In terms of the paper I referred to, my thinking was that DRS says that if there are no sign changes in the polynomial P(x) then there are no positive real roots and if there are no sign changes when testing P(−x) then there will be no real negative roots. So if a quotient contains all positive or all negative coefficients, then there will be no sign changes for higher/lower values of x. Still somewhat muddled mentally, but that's the idea I had.
I hadn't considered that you can use
Descartes' Rule of Signs itself (not its informal
proof, which is what you were implying) to prove the bounds theorem(s). Let's do that explicitly for both bounds. (I'll assume positive leading coefficient, and I won't worry about zero coefficients for simplicity.)
For the
upper bound, we assume that the quotient has all positive coefficients, and the remainder is positive. Then DRS applied to the quotient says that the quotient has no positive zeros; therefore the quotient times the divisor (x-c), plus the remainder, will be positive for all x>c.
How about the
lower bound? Here we divide by (x-c) where c is negative, and assume that the quotient has alternating signs, and the remainder continues the pattern. I think we need to consider two cases.
If the
degree is odd, then there are an
even number of coefficients, which will be +-...+-, so the remainder will be
positive. DRS says that the quotient has no negative zeros, and the positive leading term implies its graph falls to the left, so it is negative for all x<c. Thus, for x<c, we have a negative quotient times a negative divisor, plus a positive remainder, and the result is always positive, and never zero.
If the
degree is even, then there are an
odd number of coefficients, which will be +-...+-+, so the remainder will be
negative. DRS says that the quotient has no negative zeros, and the positive leading term implies its graph rises to the left, so it is positive for all x<c. Thus, for x<c, we have a positive quotient times a negative divisor, plus a negative remainder, and the result is always negative, and never zero.
I haven't tried to make it a complete proof, but it seems to work.
I'm still struggling with the intuition behind the lower bound rule, though.

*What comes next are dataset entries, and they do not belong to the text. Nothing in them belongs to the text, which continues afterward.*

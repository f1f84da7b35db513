#!/usr/bin/env python3
"""Reference energies for orbital optimization (`spinfold optimize`), made with PySCF.

Run from the repository root:

    pip install pyscf numpy scipy
    python3 tests/pyscf/make_optimize_fixtures.py

Writes, under tests/fixtures/:
  * one integral-dump file per case, in orbitals that are deliberately NOT optimal for the
    state of the case: the closed-shell RHF orbitals of a related species (an anion, or the
    closed-shell singlet of the same nuclei), or converged orbitals under a seeded random
    rotation.  Where the molecule's point group is used, ORBSYM holds each orbital's irrep in
    the dump format's numbering (1-based, as pyscf.tools.fcidump.ORBSYM_MAP gives it); the
    rotations then stay inside each irrep.  Without symmetry, ORBSYM is all 1 and the
    rotation mixes every pair of orbitals;
  * optimize_reference.json: per case, the molecule, basis, geometry, point group, dump name,
    NORB, NELEC, the spinfold input (tests/inputs/optimize_*.spinfold), the request, the
    `--bind` options (1-based orbital numbers of the dump), the energy of the state in the
    dump's own orbitals (`start_energy`), and the PySCF reference energy of the optimized
    state with its `source`, a `cross_check` made a second way, and the test tolerance.

The states and their references:
  * high-spin doublet and triplet (`det D = | core^2 a |`, `det T = | core^2 a b |`):
    PySCF ROHF;
  * closed shell (`det C = | core^2 |`): PySCF RHF;
  * pair function (`state P = cg | core^2 g^2 | + cu | core^2 u^2 |`, g and u of different
    irreps): PySCF CASSCF(2,2) with symmetry, CI restricted to the totally symmetric irrep,
    so that only g^2 and u^2 enter;
  * open-shell singlet of two orbitals of different irreps (`csf O = | core^2 a b | S=0`):
    PySCF state-specific CASSCF(2,2) of that wavefunction symmetry, spin fixed to singlet.

Every reference is made twice (a second PySCF run from a different start, and the energy
rebuilt from integrals in the converged orbitals with the closed form of the state), and the
start energy twice (closed form from the dump read back with pyscf.tools.fcidump.read, and
PySCF's own energy functional or CASCI on the same orbitals).  The script stops with an
assertion error, writing nothing, if any pair disagrees.  Output is deterministic
(single-threaded, seeded rotations).
"""

import os
import shutil
import sys
import tempfile

# Single-threaded linear algebra keeps the output bit-for-bit reproducible.
for _var in ("OMP_NUM_THREADS", "OPENBLAS_NUM_THREADS", "MKL_NUM_THREADS"):
    os.environ[_var] = "1"

sys.path.insert(0, os.path.dirname(os.path.abspath(__file__)))

import json  # noqa: E402
import math  # noqa: E402

import numpy  # noqa: E402
import pyscf  # noqa: E402
import scipy.linalg  # noqa: E402
from pyscf import ao2mo, gto, mcscf, scf, symm  # noqa: E402
from pyscf.tools import fcidump  # noqa: E402

from make_fixtures import FIXTURES, check_close, geometry_record  # noqa: E402

REFERENCE_JSON = os.path.join(FIXTURES, "optimize_reference.json")
FLOAT_FORMAT = " %.17g"  # round-trips every double exactly
DUMP_TOL = 1e-14  # only numerical noise from symmetry-zero integrals is left out

SCF_CONV_TOL = 1e-13
SCF_CONV_TOL_GRAD = 1e-10
CASSCF_CONV_TOL = 1e-12
CASSCF_CONV_TOL_GRAD = 1e-6  # PySCF stalls near 1e-7 here; the energy error is ~ gradient^2
CROSS_TOL = 1e-9  # the same energy made two ways in the same orbitals
SECOND_RUN_TOL = 1e-8  # the minimum reached by a second PySCF run from another start
MIN_START_GAP = 1e-3  # the start must be this far above the minimum (hartree)
SCF_TOLERANCE = 1e-8  # the tests' tolerance for ROHF and RHF energies
CASSCF_TOLERANCE = 1e-7  # the tests' tolerance for CASSCF energies
COEFFICIENT_TOLERANCE = 1e-5  # the tests' tolerance for |cg|, |cu| (normalized)

ROHF_SOURCE = ("pyscf.scf.ROHF(mol) with the point group on (symmetry={group}), "
               "conv_tol=1e-13, conv_tol_grad=1e-10; mf.e_tot (total energy, hartree)")
RHF_SOURCE = ("pyscf.scf.RHF(mol) (symmetry={group}), conv_tol=1e-13, conv_tol_grad=1e-10; "
              "mf.e_tot (total energy, hartree)")
SCF_CROSS = ("(1) pyscf.scf.{method} without symmetry, started from the density of the dump's "
             "orbitals, reaches the same energy to {second:g}, and its internal stability "
             "analysis (mf.stability()) finds no lower solution; (2) the closed form of the "
             "state from integrals in the converged orbitals equals mf.e_tot to {cross:g}")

The upper bound completely makes sense. I used your example above of [imath](x-c)Q(x)[/imath] where [imath]Q(x)[/imath] has all positive coefficients with values that are increasingly greater than [imath]c[/imath] and see why it would hold.
I think one of my confusions is that according to DRS, sign changes indicate possible roots. So why does the alternating positive/negative indicate a lower bound. I'm still not getting the intuition behind the lower bound.
My original idea was to do the same approach we use for DRS to prove the alternating signs case using the positive signs case. Given that the latter is true, f(-x) will have the same sign, therefore no positive zeros; so f(x) has no negative zeros. But it does take a little juggling to handle the details, probably involving the same two cases as above.
I suspect you are being confused by that first page of the paper, which misleadingly relates sign changes from one coefficient to the next with zeros. That connection is not so direct; and the intuition it provides is nothing like a proof.
As for textbooks, some put proofs of major theorems in an appendix where the better students, who can benefit from them, can find them; but even those often have to just give a brief summary of a proof that is beyond that level. Links to online sources could be helpful in such cases.